--- What is expected ---
Give again only those lines from the start of the entries through the line holding "of the model.", leaving them as they are.

--- Information given ---
######
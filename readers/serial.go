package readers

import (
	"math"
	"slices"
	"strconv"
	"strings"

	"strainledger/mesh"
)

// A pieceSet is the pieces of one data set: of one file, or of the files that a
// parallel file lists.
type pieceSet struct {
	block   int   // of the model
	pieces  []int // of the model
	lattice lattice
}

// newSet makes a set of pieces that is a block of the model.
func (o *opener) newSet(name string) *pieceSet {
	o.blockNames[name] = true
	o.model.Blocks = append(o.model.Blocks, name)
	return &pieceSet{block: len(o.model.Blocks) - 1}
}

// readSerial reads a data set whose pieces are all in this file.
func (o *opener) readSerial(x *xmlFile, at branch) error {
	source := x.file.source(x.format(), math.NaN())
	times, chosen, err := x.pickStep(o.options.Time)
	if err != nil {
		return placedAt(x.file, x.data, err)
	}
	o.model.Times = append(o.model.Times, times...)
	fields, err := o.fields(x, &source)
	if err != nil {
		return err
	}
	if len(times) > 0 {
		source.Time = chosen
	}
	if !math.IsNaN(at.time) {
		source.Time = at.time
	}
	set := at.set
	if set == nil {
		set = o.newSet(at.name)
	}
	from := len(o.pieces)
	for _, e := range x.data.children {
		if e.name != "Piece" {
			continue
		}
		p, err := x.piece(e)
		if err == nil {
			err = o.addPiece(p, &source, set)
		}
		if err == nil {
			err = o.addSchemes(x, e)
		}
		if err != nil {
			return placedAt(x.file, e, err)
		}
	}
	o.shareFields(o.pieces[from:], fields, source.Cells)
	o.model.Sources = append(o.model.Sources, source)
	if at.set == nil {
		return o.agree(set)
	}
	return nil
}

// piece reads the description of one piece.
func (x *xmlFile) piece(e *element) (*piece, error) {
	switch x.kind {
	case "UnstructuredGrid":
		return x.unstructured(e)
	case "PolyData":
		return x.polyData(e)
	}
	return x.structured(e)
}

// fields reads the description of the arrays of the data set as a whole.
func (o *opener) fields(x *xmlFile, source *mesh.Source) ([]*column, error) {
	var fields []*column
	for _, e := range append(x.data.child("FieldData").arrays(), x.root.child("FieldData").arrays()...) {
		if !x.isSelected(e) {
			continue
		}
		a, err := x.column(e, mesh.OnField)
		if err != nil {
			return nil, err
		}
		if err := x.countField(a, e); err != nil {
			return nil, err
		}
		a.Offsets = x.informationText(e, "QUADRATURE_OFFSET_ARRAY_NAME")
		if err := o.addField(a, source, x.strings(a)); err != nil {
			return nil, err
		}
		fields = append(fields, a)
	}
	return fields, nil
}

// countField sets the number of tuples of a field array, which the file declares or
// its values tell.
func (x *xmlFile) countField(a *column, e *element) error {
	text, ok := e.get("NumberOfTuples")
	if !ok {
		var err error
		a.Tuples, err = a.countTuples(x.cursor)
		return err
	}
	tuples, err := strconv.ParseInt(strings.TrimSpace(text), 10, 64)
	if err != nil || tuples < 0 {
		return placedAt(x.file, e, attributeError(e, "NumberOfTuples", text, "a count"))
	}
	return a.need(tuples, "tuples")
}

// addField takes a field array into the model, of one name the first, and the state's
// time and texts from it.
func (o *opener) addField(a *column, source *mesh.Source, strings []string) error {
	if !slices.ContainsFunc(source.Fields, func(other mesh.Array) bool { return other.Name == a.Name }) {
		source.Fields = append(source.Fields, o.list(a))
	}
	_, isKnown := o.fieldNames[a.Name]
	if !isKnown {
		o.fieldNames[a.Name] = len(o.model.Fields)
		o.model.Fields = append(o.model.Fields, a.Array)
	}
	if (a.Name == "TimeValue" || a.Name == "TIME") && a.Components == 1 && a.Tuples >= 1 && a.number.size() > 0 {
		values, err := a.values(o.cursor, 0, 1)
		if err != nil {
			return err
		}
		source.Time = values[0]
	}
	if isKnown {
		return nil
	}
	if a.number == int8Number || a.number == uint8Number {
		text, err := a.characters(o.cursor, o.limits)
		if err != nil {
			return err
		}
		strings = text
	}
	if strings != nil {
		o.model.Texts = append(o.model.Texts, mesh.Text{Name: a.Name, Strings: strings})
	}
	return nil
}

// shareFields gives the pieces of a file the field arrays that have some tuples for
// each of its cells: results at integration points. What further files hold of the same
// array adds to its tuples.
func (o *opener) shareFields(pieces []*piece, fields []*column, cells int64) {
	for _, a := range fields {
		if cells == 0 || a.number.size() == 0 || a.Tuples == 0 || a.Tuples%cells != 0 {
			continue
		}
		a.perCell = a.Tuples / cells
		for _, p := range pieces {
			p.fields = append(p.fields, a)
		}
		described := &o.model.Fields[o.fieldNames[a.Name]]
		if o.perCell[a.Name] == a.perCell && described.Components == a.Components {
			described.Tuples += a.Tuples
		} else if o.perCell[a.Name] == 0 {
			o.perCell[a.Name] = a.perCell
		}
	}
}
######
--- Worked solution ---
filename readers/serial.go
package readers

import (
	"math"
	"slices"
	"strconv"
	"strings"

	"strainledger/mesh"
)

// A pieceSet is the pieces of one data set: of one file, or of the files that a
// parallel file lists.
type pieceSet struct {
	block   int   // of the model
	pieces  []int // of the model
	lattice lattice
}

// newSet makes a set of pieces that is a block of the model.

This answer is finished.